▶ **WHAT NEEDS TO BE DONE**
Look through the records below for the line with "should show --uniqueness" and the line with "the exit code", then return those lines and all lines between, exactly.

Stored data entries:
// --bands was renamed --uniqueness; the old name still works until 1.0 on
// the command line and in command files (CONTRACT.md), prints a one-line
// note, is hidden from --help, and the as-run record writes the new name, so
// verify reproduces the folder.
func TestOldBandsNameStillWorks(t *testing.T) {
	root := t.TempDir()
	writeDemoInputs(t, filepath.Join(root, "data"))
	t.Chdir(root)
	r := run("resolve", "--data", "data/series.csv", "--blank", "data/blank.csv", "--pre", "3",
		"--report", "off", "--bands", "off", "--out", "flag")
	if r.code != 0 || strings.Count(r.stderr, "--bands is now --uniqueness") != 1 {
		t.Fatalf("--bands off: exit %d, stderr %q", r.code, r.stderr)
	}
	rec, err := os.ReadFile(filepath.Join("flag", "as-run.bsr"))
	if err != nil || !strings.Contains(string(rec), "\nuniqueness       off") || strings.Contains(string(rec), "\nbands") {
		t.Errorf("as-run record (err %v) should say 'uniqueness off':\n%s", err, rec)
	}
	if _, err := os.Stat(filepath.Join("flag", "uniqueness.csv")); err == nil {
		t.Error("uniqueness.csv written with --bands off")
	}
	if v := run("verify", "flag", "--quiet"); v.code != 0 {
		t.Errorf("verify after --bands: exit %d: %s", v.code, v.stderr)
	}
	writeText(t, "old.bsr", "data data/series.csv\nblank data/blank.csv\npre 3\nreport off\nbands off\nout cmdfile\n")
	if r := run("run", "old.bsr"); r.code != 0 || !strings.Contains(r.stderr, "--bands is now --uniqueness") {
		t.Errorf("command file with 'bands off': exit %d, stderr %q", r.code, r.stderr)
	}
	if h := run("resolve", "--help"); strings.Contains(h.stdout, "--bands") || !strings.Contains(h.stdout, "--uniqueness") {
		t.Error("--help should show --uniqueness and hide --bands")
	}
}

// A --model whose species cannot be given components (here two species on
// one component) does not throw the resolution away: the folder is written
// with the reason in summary.json and on the terminal, and the exit code
// says the run did not do all it was asked (2: a setting is at fault).
func TestUnmappableModelKeepsTheResolution(t *testing.T) {
	root := t.TempDir()
	writeDemoInputs(t, filepath.Join(root, "data"))
	t.Chdir(root)
	r := run("resolve", "--data", "data/series.csv", "--blank", "data/blank.csv", "--pre", "3",
		"--report", "off", "--uniqueness", "off", "--model", "A -> B -> C", "--map", "A=1,B=1,C=2", "--out", "res")
	if r.code != exitUsage || !strings.Contains(r.stderr, "kinetics not done") || !strings.Contains(r.stderr, "component 1 is given to both A and B") {
		t.Fatalf("exit %d, stderr %q", r.code, r.stderr)
	}
	if !strings.Contains(r.stdout, "warning: kinetics not done") {
		t.Errorf("terminal summary lacks the reason:\n%s", r.stdout)
	}
	for _, f := range []string{"spectra.csv", "profiles.csv", "summary.json", "as-run.bsr"} {
		if _, err := os.Stat(filepath.Join("res", f)); err != nil {
			t.Errorf("%s not written: %v", f, err)
		}
	}
	if _, err := os.Stat(filepath.Join("res", "kinetics.csv")); err == nil {
		t.Error("kinetics.csv written for kinetics that were not done")
	}
	sum := readSummary(t, "res")
	if why, _ := sum["kinetics_not_done"].(string); !strings.Contains(why, "given to both") {
		t.Errorf("summary kinetics_not_done = %q", why)
	}
	if _, ok := sum["kinetics"]; ok {
		t.Error("summary has a kinetics key for kinetics that were not done")
	}
}

// staging says whether the staging folder of out/name is there (a folder:
// the probe file Check writes under the same prefix is not one).
func staging(out, name string) bool {
	m, _ := filepath.Glob(filepath.Join(out, "."+name+".partial-*"))
	for _, p := range m {
		if st, err := os.Stat(p); err == nil && st.IsDir() {
			return true
		}
	}
	return false
}

// A batch interrupted before any run finished leaves no --out folder it
// made (docs/errors.md: "a failed or interrupted run removes the staging
// folder and leaves the output folder as it was", here: not there).
func TestInterruptedBatchLeavesNoFolder(t *testing.T) {
	root := campaignFiles(t, 2)
	out := filepath.Join(root, "new", "batch")
	cmd := exec.Command(os.Args[0], "-test.run=^TestMainProcess$", "--", "run", filepath.Join(root, "runs", "*.bsr"), "--out", out, "-j", "1", "--quiet")
	cmd.Env = append(os.Environ(), "BANDSOLVE_TEST_MAIN=1")
	var stderr bytes.Buffer
	cmd.Stderr = &stderr
	if err := cmd.Start(); err != nil {
		t.Fatal(err)
	}
	exited, signalled := signalWhen(cmd, syscall.SIGTERM, func() bool { return staging(out, "r0") })
	if _, err := os.Stat(filepath.Join(out, "r0")); !signalled || err == nil {
		t.Skip("the first run completed before it could be interrupted")
	}
	var ee *exec.ExitError
	if !errors.As(exited, &ee) || ee.ExitCode() != exitInterrupted {
		t.Fatalf("exit %v, want %d; stderr %s", exited, exitInterrupted, stderr.String())
	}
	if _, err := os.Stat(filepath.Join(root, "new")); err == nil {
		filepath.WalkDir(filepath.Join(root, "new"), func(p string, d fs.DirEntry, err error) error { t.Log("left: ", p); return nil })
		t.Error("the interrupted batch left the --out folders it made")
	}
}

// signalWhen waits for the started cmd, sending it sig once, the first time
// ready says so (polled every millisecond), and returns its exit and
// whether it was signalled.
func signalWhen(cmd *exec.Cmd, sig os.Signal, ready func() bool) (exited error, signalled bool) {
	done := make(chan error, 1)
	go func() { done <- cmd.Wait() }()
	for {
		select {
		case exited = <-done:
			return exited, signalled
		default:
		}
		if !signalled && ready() {
			cmd.Process.Signal(sig)
			signalled = true
		}
		time.Sleep(time.Millisecond)
	}
}
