// run reads the data, counts its components by factor analysis, resolves
// them and fits the kinetics, one step after the other. The waits for what
// the steps begin beside the work (the inputs' sums, the figures drawn
// ahead, EFA, the collection after the factor analysis) are deferred here,
// in the order the work is begun, so that none outlives the run on any
// path.
func run(s *Settings, log io.Writer, hashInputs bool) (_ *Result, err error) {
	if log == nil {
		log = io.Discard
	}
	if err := checkRunSettings(s); err != nil {
		return nil, err
	}
	r := &Result{Settings: s, Started: time.Now(), BaselineOrder: -1}
	plan, err := planReading(s)
	if err != nil {
		return nil, err
	}
	if hashInputs {
		// Begun with the parse, at a low priority (startInputSums).
		r.inputSums = startInputSums(fileData(s))
		defer func() {
			if err != nil {
				r.inputSums.abandon() // no manifest: do not read on
			}
			r.inputSums.wait()
		}()
	}
	diffRows, err := readExperiments(r, plan, log)
	if err != nil {
		return nil, err
	}
	if err := setAsideRows(r); err != nil {
		return nil, err
	}
	checkVapour(r)
	if hashInputs {
		// A folder's spectrum files are known now.
		r.inputSums = startInputSumsAfter(r.inputSums, dataFiles(r))
		if s.Report != "off" {
			r.ahead = startAhead()
			defer r.ahead.wait()
		}
	}
	fa, err := factorAnalysis(r, diffRows, log)
	if err != nil {
		return nil, err
	}
	startEFA(r, askedComponents(s, r.Rank.Estimate))
	defer r.earlyEFA.get() // no goroutine outlives the run
	fa.rankFindings()
	r.vapourLists = measureVapourLists(r) // before the resolution changes D
	n, m := r.D.Dims()
	defer collectAfterFactorAnalysis(n, m).get()
	r.ahead.aheadData(r)
	r.ahead.aheadSingular(r)
	if err := chooseComponents(r); err != nil {
		return nil, err
	}
	if r.Components == 0 {
		r.LackOfFit, r.Explained = 0, 100
		nuisanceAdvice(r)
		reportVapour(r)
		return r, nil
	}
	if err := resolveAndFit(r, log); err != nil {
		return nil, err
	}
	reportVapour(r)
	return r, nil
}
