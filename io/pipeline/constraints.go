package pipeline

import (
	"errors"
	"fmt"
	"io"
	"math"
	"slices"
	"sort"
	"strconv"
	"strings"

	"github.com/bandsolve/bandsolve/internal/fanout"
	"github.com/bandsolve/bandsolve/internal/vecmath"
	"github.com/bandsolve/bandsolve/io/output"
	"github.com/bandsolve/bandsolve/io/report"
	"github.com/bandsolve/bandsolve/io/spectra"
	"github.com/bandsolve/bandsolve/mcr"
	"gonum.org/v1/gonum/mat"
)

// Types of summary.json, defined in io/output so that the report reads
// the file with the same types the run writes it with.
type (
	ConstraintJSON = output.ConstraintJSON
	BootstrapJSON  = output.BootstrapJSON
)

// ConstraintReport is what the per-component constraints, the checks, the
// uniqueness ranges and the bootstrap produced for one analysis.
type ConstraintReport struct {
	Options mcr.Options // as used by the resolution
	// FixedOrder: per-component constraints name components by number, so
	// the initial estimate is put in time order before ALS and the resolved
	// order is kept (no reordering after ALS).
	FixedOrder bool
	Described  []string // one line per active constraint, in words
	Checks     []mcr.ConstraintCheck
	Bands      *mcr.BandsResult
	// Lifted: with a baseline fitted in species mode, the ranges without
	// non-negative spectra (liftedRangesWarning); nil when not searched.
	Lifted    *mcr.BandsResult
	BandsNote string
	Intervals *mcr.Intervals
	Level     float64
	// checkData is the data the checks refitted (weighted as the run
	// is), on which judgeChecks refits with the named factors allowed.
	checkData mcr.Data
	// adoptions is how many times a restart the checks found replaced
	// the resolution (finishResolution, adoptable).
	adoptions int
	// zeroEverywhere are the components a zero region or window holds at
	// zero at every point (findZeroEverywhere).
	zeroEverywhere []zeroEverywhere
}

// Side names for --nonneg.
const (
	sideBoth     = "both"
	sideProfile  = "profile"
	sideSpectrum = "spectrum"
	sideNone     = "none"
)

// componentSpec splits "COMPONENTS=REST" where COMPONENTS is "all" or a
// comma list of 1-based component numbers.
func componentSpec(v string, k int) ([]int, string, error) {
	left, rest, ok := strings.Cut(v, "=")
	if !ok {
		return nil, "", fmt.Errorf("%q: want COMPONENT=VALUE, e.g. 2=%s", v, "…")
	}
	comps, err := componentList(left, k)
	return comps, strings.TrimSpace(rest), err
}
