#!/usr/bin/env python3
"""Writes the small bad (and awkward-but-valid) input files used by
cmd/bandsolve/badinput_test.go. Plain Python 3, no packages; run once:
    python3 make_bad.py
The numbers are an invented A -> B change in 12 channels x 8 spectra; the
exact values do not matter, only that good.csv is a valid input and each
bad_*.csv breaks it in one way."""
import math

axis = [1000 + 2 * i for i in range(12)]
times = [0, 60, 120, 180, 240, 300, 360, 420]


def g(x, c, w):
    return math.exp(-((x - c) / w) ** 2)


def beam(x, t, j):
    a = math.exp(-t / 150.0)
    A = 0.4 * (a * g(x, 1008, 4) + (1 - a) * g(x, 1016, 4))
    # deterministic small wiggle standing in for noise
    wig = 1 + 1e-3 * math.sin(7.3 * j + 1.7 * x + 0.01 * t)
    return 1000 * 10 ** (-A) * wig


rows = [[beam(x, t, j) for t in times] for j, x in enumerate(axis)]


def matrix(sep=",", eol="\n", head="wavenumber", cell=lambda v: "%.6f" % v,
           trailing="", pre="", rows=rows, axis=axis, times=times):
    out = pre
    out += head + sep + sep.join(str(t) for t in times) + trailing + eol
    for x, r in zip(axis, rows):
        out += str(x) + sep + sep.join(cell(v) for v in r) + trailing + eol
    return out


def write(name, text, mode="w"):
    with open(name, "w", newline="") as f:
        f.write(text)


def modify(i, j, val):
    r = [list(x) for x in rows]
    return r, (i, j, val)


good = matrix()
write("good.csv", good)
# awkward but valid: same numbers
write("ok_bom_crlf.csv", "\ufeff" + matrix(eol="\r\n"))
write("ok_comments_blank.csv", "# exported by hand\n\n" + matrix().replace("\n1006", "\n\n# a comment\n1006") + "\n\n\n")
write("ok_trailing_sep.csv", matrix(trailing=",") + ",,,,,,,,,\n")
write("ok_semicolon.csv", matrix(sep=";"))
write("ok_tab.tsv", matrix(sep="\t"))
write("ok_quoted_title.csv", '"Series of run 7, cell B"\n' + matrix(head='"wavenumber"'))

lines = good.split("\n")
write("bad_empty.csv", "")
write("bad_blank_lines_only.csv", "\n\n   \n# nothing here\n")
write("bad_header_only.csv", lines[0] + "\n")
write("bad_numbers_no_header.csv", "\n".join(lines[1:]))
# ragged: line 4 loses its last cell
l = list(lines); l[3] = l[3].rsplit(",", 1)[0]; write("bad_ragged.csv", "\n".join(l))
l = list(lines); c = l[4].split(","); c[3] = "abc"; l[4] = ",".join(c); write("bad_text_cell.csv", "\n".join(l))
l = list(lines); c = l[5].split(","); c[2] = "NaN"; l[5] = ",".join(c); write("bad_nan.csv", "\n".join(l))
l = list(lines); c = l[5].split(","); c[6] = "-Inf"; l[5] = ",".join(c); write("bad_inf.csv", "\n".join(l))
l = list(lines); c = l[6].split(","); c[4] = "1e400"; l[6] = ",".join(c); write("bad_huge.csv", "\n".join(l))
l = list(lines); c = l[3].split(","); c[1] = ""; l[3] = ",".join(c); write("bad_empty_cell.csv", "\n".join(l))
# Decimal commas are unambiguous with ";" separators, so this one is valid.
write("ok_decimal_comma_semicolon.csv", matrix(sep=";", cell=lambda v: ("%.6f" % v).replace(".", ",")))
write("bad_decimal_comma_commas.csv", matrix(sep=",", cell=lambda v: ("%.6f" % v).replace(".", ",")))
# axis faults
ax = list(axis); ax[5] = ax[4]; write("bad_dup_axis.csv", matrix(axis=ax))
ax = list(axis); ax[6], ax[7] = ax[7], ax[6]; write("bad_nonmono_axis.csv", matrix(axis=ax))
# time faults
tm = list(times); tm[3] = tm[2]; write("bad_dup_time.csv", matrix(times=tm))
write("bad_text_time.csv", good.replace(",180,", ",3 min,", 1))
# one spectrum per line: the header is the axis, the first column the times
write("bad_transposed.csv", "time_s," + ",".join(str(x) for x in axis) + "\n" +
      "".join(str(t) + "," + ",".join("%.6f" % rows[j][i] for j in range(len(axis))) + "\n" for i, t in enumerate(times)))
# single beams that cannot be single beams
r = [list(x) for x in rows]; r[4][2] = 0.0; write("bad_zero_beam.csv", matrix(rows=r))
r = [list(x) for x in rows]; r[7][5] = -12.5; write("bad_negative_beam.csv", matrix(rows=r))
# shapes
write("bad_one_point.csv", "\n".join(lines[:2]) + "\n")
write("bad_one_spectrum.csv", "".join(",".join(x.split(",")[:2]) + "\n" for x in lines if x))
with open("bad_binary.csv", "wb") as f:
    f.write(bytes((i * 73 + 11) % 256 for i in range(600)))
# blanks
blank = "wavenumber,intensity\n" + "".join("%d,%.3f\n" % (x, 1000.0) for x in axis)
write("blank_good.csv", blank)
write("bad_blank_short.csv", "wavenumber,intensity\n" + "".join("%d,%.3f\n" % (x, 1000.0) for x in axis[:7]))
write("bad_blank_shifted.csv", "wavenumber,intensity\n" + "".join("%d,%.3f\n" % (x + 1, 1000.0) for x in axis))
write("bad_blank_absorbance.csv", "wavenumber,absorbance\n" + "".join("%d,%.3f\n" % (x, -0.01 * (i + 1)) for i, x in enumerate(axis)))
# second experiment on another axis
write("bad_other_axis.csv", matrix(axis=[x + 0.5 for x in axis]))
# absorbance with all-zero rows before anything is present (closure cannot hold)
absr = [[0.0 if t < 120 else -math.log10(beam(x, t, j) / 1000) for t in times] for j, x in enumerate(axis)]
write("bad_closure_zero_rows.csv", matrix(rows=absr, cell=lambda v: "%.6f" % v))
# identical single beams: nothing happened
same = [[1000 * (1 + 0.1 * math.sin(x)) for t in times] for x in axis]
write("ok_no_change.csv", matrix(rows=same))
# profiles for --init
write("bad_init_zero_column.csv", "time,first,second\n" + "".join("%d,%.4f,0\n" % (t, math.exp(-t / 150.0)) for t in times))
write("bad_init_three_columns.csv", "time,a,b,c\n" + "".join("%d,1,2,3\n" % t for t in times))
# malformed JCAMP-DX: no ##XYDATA, no ##END
write("bad_record.jdx", "##TITLE=broken\n##JCAMP-DX=4.24\n##DATA TYPE=INFRARED SPECTRUM\n##XUNITS=1/CM\n##YUNITS=TRANSMITTANCE\n##NPOINTS=5\n1000 1 2 3\n")
# malformed command file
write("bad_command.txt", "data good.csv\nkind single-beam\ncomponents three\n")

▶ **SOLVED PROBLEM**
		t.Error("--help should show --uniqueness and hide --bands")
	}
}

// A --model whose species cannot be given components (here two species on
// one component) does not throw the resolution away: the folder is written
// with the reason in summary.json and on the terminal, and the exit code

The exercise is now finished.